Would you show every line from the records that holds "killed"?

+--

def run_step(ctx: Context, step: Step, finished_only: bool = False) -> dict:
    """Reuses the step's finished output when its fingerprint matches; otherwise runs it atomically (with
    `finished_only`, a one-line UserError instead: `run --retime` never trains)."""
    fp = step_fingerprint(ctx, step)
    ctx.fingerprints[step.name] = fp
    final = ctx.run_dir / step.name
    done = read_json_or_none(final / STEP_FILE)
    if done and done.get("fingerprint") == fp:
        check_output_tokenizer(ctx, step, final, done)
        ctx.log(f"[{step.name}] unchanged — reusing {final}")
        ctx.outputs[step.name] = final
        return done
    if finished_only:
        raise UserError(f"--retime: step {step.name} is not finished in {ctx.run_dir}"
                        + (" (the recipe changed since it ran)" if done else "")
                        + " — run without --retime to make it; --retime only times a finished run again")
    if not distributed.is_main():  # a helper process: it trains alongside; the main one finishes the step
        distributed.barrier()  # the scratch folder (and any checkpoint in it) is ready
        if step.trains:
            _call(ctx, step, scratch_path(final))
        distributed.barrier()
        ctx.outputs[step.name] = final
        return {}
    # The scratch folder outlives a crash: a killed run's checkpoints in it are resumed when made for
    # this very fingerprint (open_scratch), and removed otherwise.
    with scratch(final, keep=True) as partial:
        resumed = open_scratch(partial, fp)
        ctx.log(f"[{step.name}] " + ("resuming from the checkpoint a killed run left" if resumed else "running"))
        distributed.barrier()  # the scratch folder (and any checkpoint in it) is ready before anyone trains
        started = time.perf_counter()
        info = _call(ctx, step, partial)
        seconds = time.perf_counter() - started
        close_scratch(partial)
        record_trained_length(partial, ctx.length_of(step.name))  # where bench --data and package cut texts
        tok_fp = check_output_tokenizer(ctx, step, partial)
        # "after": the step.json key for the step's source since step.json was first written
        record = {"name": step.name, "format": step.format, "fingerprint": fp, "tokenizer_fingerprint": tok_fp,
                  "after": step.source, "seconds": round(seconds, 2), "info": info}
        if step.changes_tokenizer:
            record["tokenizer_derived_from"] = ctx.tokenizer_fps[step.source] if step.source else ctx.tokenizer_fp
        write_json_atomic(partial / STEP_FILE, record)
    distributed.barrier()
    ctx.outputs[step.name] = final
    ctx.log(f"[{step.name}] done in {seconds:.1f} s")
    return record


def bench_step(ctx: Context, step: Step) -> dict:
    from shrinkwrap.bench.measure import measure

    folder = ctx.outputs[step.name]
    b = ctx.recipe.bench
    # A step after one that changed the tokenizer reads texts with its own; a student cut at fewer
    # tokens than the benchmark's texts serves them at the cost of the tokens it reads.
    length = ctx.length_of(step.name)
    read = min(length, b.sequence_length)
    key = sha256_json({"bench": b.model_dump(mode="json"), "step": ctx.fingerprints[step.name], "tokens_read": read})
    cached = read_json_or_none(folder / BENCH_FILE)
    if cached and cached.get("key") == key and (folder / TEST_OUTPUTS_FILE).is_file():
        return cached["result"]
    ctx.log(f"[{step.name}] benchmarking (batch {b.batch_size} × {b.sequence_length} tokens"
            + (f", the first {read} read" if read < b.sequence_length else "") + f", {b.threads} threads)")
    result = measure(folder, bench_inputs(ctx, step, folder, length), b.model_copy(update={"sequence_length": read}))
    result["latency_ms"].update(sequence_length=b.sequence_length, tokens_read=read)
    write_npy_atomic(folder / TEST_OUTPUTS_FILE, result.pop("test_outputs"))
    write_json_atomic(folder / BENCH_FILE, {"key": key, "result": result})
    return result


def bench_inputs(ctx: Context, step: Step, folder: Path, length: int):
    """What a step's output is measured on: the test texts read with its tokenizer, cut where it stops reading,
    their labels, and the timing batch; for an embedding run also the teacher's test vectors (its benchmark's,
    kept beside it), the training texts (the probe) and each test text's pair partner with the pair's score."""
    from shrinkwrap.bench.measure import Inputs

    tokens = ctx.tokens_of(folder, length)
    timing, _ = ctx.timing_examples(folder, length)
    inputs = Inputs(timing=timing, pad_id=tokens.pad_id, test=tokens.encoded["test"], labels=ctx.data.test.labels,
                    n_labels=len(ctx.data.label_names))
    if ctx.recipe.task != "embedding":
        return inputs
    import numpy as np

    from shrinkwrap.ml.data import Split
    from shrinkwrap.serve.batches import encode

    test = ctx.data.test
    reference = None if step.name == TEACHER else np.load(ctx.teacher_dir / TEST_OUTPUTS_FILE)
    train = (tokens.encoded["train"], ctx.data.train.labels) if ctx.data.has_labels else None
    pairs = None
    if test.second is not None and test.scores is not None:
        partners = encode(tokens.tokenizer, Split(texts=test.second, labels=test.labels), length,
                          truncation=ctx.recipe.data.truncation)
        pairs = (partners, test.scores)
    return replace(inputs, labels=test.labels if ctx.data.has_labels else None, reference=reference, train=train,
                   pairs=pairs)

+--

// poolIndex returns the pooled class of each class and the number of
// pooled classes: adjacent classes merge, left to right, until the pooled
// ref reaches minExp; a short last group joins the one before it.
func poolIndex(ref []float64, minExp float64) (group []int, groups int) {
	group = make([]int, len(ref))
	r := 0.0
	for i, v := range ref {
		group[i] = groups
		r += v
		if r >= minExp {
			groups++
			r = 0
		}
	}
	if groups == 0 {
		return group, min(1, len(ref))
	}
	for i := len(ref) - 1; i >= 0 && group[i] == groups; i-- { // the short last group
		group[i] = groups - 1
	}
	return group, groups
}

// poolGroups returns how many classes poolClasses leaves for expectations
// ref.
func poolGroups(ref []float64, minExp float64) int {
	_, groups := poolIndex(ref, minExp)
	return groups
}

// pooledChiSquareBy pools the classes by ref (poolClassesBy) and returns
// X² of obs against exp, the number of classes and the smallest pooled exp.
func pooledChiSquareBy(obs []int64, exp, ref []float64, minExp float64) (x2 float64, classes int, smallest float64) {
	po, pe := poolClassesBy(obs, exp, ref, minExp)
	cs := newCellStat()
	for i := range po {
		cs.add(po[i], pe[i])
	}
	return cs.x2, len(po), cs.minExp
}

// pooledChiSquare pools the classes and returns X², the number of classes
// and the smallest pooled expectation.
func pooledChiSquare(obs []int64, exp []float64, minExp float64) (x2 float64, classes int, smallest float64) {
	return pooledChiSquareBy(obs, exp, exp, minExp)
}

+--

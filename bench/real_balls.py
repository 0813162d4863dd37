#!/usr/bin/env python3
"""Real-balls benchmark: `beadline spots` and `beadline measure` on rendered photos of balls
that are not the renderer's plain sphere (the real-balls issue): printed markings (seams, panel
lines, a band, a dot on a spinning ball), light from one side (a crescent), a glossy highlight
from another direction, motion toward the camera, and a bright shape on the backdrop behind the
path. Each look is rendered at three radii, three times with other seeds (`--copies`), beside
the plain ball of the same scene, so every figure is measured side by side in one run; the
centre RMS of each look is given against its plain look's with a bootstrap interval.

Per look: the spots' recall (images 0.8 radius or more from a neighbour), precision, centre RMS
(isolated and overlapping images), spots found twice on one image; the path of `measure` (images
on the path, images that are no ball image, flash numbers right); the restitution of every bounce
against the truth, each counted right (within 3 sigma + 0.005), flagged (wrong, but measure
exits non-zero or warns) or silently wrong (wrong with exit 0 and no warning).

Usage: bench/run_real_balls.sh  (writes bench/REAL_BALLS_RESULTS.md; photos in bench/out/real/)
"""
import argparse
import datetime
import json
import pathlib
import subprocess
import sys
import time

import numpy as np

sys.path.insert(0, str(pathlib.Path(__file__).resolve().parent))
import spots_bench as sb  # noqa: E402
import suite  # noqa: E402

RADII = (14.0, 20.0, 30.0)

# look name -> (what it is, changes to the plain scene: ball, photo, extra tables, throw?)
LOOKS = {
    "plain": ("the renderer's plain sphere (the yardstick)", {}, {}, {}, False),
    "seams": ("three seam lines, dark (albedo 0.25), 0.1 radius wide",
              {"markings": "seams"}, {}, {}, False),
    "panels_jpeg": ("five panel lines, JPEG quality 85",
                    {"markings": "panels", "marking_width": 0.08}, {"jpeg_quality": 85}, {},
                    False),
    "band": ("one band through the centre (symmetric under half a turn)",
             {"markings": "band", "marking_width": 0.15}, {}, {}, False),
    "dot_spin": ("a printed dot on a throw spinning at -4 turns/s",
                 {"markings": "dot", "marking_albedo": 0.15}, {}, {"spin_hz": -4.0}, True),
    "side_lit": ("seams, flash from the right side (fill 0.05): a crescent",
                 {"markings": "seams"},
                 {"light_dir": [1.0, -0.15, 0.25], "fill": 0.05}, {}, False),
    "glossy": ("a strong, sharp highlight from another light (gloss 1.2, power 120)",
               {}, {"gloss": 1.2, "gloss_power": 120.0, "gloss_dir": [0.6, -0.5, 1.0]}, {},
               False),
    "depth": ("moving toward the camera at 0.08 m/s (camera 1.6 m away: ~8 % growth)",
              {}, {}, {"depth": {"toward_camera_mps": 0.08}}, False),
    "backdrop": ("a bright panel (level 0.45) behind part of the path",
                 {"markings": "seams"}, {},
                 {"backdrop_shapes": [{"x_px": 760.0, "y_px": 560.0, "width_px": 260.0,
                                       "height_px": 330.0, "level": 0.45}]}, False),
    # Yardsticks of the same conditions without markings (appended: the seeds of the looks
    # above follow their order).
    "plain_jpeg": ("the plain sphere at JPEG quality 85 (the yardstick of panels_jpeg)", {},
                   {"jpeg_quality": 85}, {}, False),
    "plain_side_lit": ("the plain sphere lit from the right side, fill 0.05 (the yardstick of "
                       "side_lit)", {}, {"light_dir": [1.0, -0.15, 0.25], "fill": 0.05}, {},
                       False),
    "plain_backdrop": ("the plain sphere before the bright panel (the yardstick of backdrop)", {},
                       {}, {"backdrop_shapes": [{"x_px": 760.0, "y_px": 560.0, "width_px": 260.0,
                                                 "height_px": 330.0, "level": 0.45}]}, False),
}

+--

ANSWER TO THIS EXERCISE
    # The scratch folder outlives a crash: a killed run's checkpoints in it are resumed when made for
        ctx.log(f"[{step.name}] " + ("resuming from the checkpoint a killed run left" if resumed else "running"))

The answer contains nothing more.